Mortality was higher in the cities than in rural areas due to overcrowding, poor sanitation and high geographical mobility enabling the spread of disease. It could be taken that standards of living in urban areas were rising, but only from a poor start, and that people who had migrated from rural areas would likely have seen a fall in their quality of living through poorer food conditions, more disease, a higher death rate and the disamenities associated with urban life. Therefore whilst it could be argued that standards of living rose during the industrial revolution, as evidenced by people living longer lives on average, it could also be argued that the prolonging of life was at the expense of a poorer quality of life, with children working in dangerous jobs at young ages, forgoing an education, food was scarce and people had to live amongst the squalor and disease of the growing urban conurbation. Furthermore, even though life expectancy rose, mortality didn’t decrease dramatically – “not until the 1870s and 1880s did urban mortality truly recede and children’s heights revive” (Szreter and Mooney). In fact Wrigley and Schofield believe that mortality rose between 1820-50 before falling. Again this would back up the belief that standards of living didn’t rise during the first half of the nineteenth century and may even have fallen.
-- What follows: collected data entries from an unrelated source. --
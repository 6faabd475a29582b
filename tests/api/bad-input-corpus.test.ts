import { databaseFingerprint } from '../setup/db-fingerprint';
import { afterAll, beforeAll, describe, expect, it } from 'vitest';
import { MAX_SCHEDULE_BYTES } from '../../shared/schemas/schedule-upload.schema';
import { MAX_SHEET_BYTES } from '../../shared/schemas/price-list.schema';
import { Client, createTestApp, type TestApp } from '../setup/test-app';
import { GABLE_CSV, signIn } from '../setup/scenario';
import { tradingPair, type TradingPair } from '../setup/two-firms-world';

/**
 * A table of bad inputs over the write routes and the uploads. Each row says who sends what and the
 * answer it must get (status, code, and the message or the field named); after each row the whole
 * database is compared with how it was, so a refused request never leaves half a change behind.
 */

let t: TestApp;
let w: TradingPair;
type Who = 'estimator' | 'desk' | 'yard' | 'owner' | 'anon';
const clients = new Map<Who, Client>();

beforeAll(async () => {
  t = await createTestApp({ LOGIN_RATE_LIMIT: '10000', RESET_RATE_LIMIT: '10000' });
  w = await tradingPair(t, 0);
  clients.set('estimator', w.k.c);
  clients.set('desk', await signIn(t.app, w.m.salesEmail));
  clients.set('yard', await signIn(t.app, w.m.dispatcherEmail));
  clients.set('owner', await signIn(t.app, w.m.ownerEmail));
  clients.set('anon', new Client(t.app));
}, 120_000);
afterAll(async () => t.close());

async function fingerprint(): Promise<string> {
  return databaseFingerprint(t.db, ['sessions', 'rate_limit_hits', 'dev_outbox']);
}

interface Row {
  name: string;
  as: Who;
  method: 'post' | 'put' | 'patch';
  path: () => string;
  json?: unknown;
  raw?: { type: string; data: string | Buffer };
  file?: { field: string; filename: string; data: string | Buffer; type: string };
  status: number;
  code: string;
  /** The message, or the field the first detail names. */
  message?: RegExp;
  field?: string | RegExp;
}

/** Write routes with a body that must carry required fields, each with a body that would be accepted. */
const TARGETS: { label: string; as: Who; method: Row['method']; path: () => string; valid: () => Record<string, unknown>; text: string }[] = [
  { label: 'new site', as: 'estimator', method: 'post', path: () => '/api/projects', valid: () => ({ name: 'Marlpit Row', site_address: '2 Marlpit Row, Dunsworth' }), text: 'name' },
  { label: 'site edit', as: 'estimator', method: 'patch', path: () => `/api/projects/${w.ids.projectId}`, valid: () => ({ revision: 1, contact_name: 'Ivo Penrake' }), text: 'contact_name' },
  {
    label: 'new order',
    as: 'estimator',
    method: 'post',
    path: () => '/api/orders',
    valid: () => ({ estimate_id: w.ids.estimateId, branch_id: w.ids.branchId, requested_date: t.config.calendar.fromToday(7), delivery_method: 'ground', notes: 'Gate code 4411' }),
    text: 'notes',
  },
  {
    label: 'desk offer',
    as: 'desk',
    method: 'post',
    path: () => `/api/orders/${w.ids.orderId}/proposals`,
    valid: () => ({ revision: 1, message: 'One day later', proposed_date: t.config.calendar.fromToday(8) }),
    text: 'message',
  },
  { label: 'order change', as: 'estimator', method: 'patch', path: () => `/api/orders/${w.ids.orderId}`, valid: () => ({ revision: 1, notes: 'Ring first' }), text: 'notes' },
  {
    label: 'quote request',
    as: 'estimator',
    method: 'post',
    path: () => '/api/quote-requests',
    valid: () => ({ estimate_id: w.ids.estimateId, branch_ids: [w.ids.branchId], requested_date: t.config.calendar.fromToday(9), delivery_method: 'ground', notes: 'Prices please' }),
    text: 'notes',
  },
  { label: 'order comment', as: 'estimator', method: 'post', path: () => `/api/orders/${w.ids.orderId}/comments`, valid: () => ({ body: 'Is Tuesday possible?' }), text: 'body' },
  { label: 'invitation', as: 'owner', method: 'post', path: () => '/api/invitations', valid: () => ({ email: 'new.hand@dunsworth.test', role: 'merchant_sales' }), text: 'email' },
  {
    label: 'new product',
    as: 'desk',
    method: 'post',
    path: () => '/api/products',
    valid: () => ({ sku: 'CORPUS-1', name: 'Corpus tile', category: 'accessory', unit: 'each', pack_size: 1, pack_weight_kg: 1 }),
    text: 'name',
  },
  {
    label: 'new lorry',
    as: 'yard',
    method: 'post',
    path: () => `/api/branches/${w.ids.branchId}/lorries`,
    valid: () => ({ name: 'Corpus rigid', registration: 'CP-01X', payload_kg: 9000, pallet_slots: 8 }),
    text: 'name',
  },
  {
    label: 'credit note',
    as: 'desk',
    method: 'post',
    path: () => `/api/invoices/${w.ids.invoiceId}/credit-notes`,
    valid: () => ({ reason: 'damage', notes: 'Two broken', lines: [{ invoice_line_id: w.ids.invoiceLineId, quantity: 1 }] }),
    text: 'notes',
  },
  {
    label: 'sign-up',
    as: 'anon',
    method: 'post',
    path: () => '/api/auth/signup',
    valid: () => ({ organisation_name: 'Corpus Roofing', kind: 'contractor', name: 'Wren Alder', email: 'wren@corpus.test', password: 'a-long-enough-password' }),
    text: 'organisation_name',
  },
  { label: 'sign-in', as: 'anon', method: 'post', path: () => '/api/auth/login', valid: () => ({ email: 'nobody@corpus.test', password: 'whatever-it-is' }), text: 'email' },
  { label: 'password reset', as: 'anon', method: 'post', path: () => '/api/auth/password/reset', valid: () => ({ token: 'x'.repeat(43), password: 'a-long-enough-password' }), text: 'token' },
];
In short, the anthropometric data consistently show that standards of living deteriorated during the period 1780-1850 as demonstrated by falling stature. This resulted from a lack of food and poor nutrients as well as harder toil by adult men and children. Mortality confirms this view, as it rose during the beginning of the nineteenth century, whilst life expectancy rose but this was from a low base and was only an average. If conditions on the whole are good but there is a short period of deterioration then teenagers will have a growth spurt and end up at or near to full potential height (Oxley). The fact that there was an increase in the numbers stunted over the period shows that this wasn’t the result of brief periods of decline but persistent hardships resulting in a deterioration of standards of living. There was also increased inequality in the standards of living depending on where someone lived (urban vs rural), what part of the country they lived in, if they were a man, woman or child and their class. Thus it is fair to conclude, on current data, that living standards for the greater part of the population were poorer as a result of the Industrial Revolution up to at least 1850.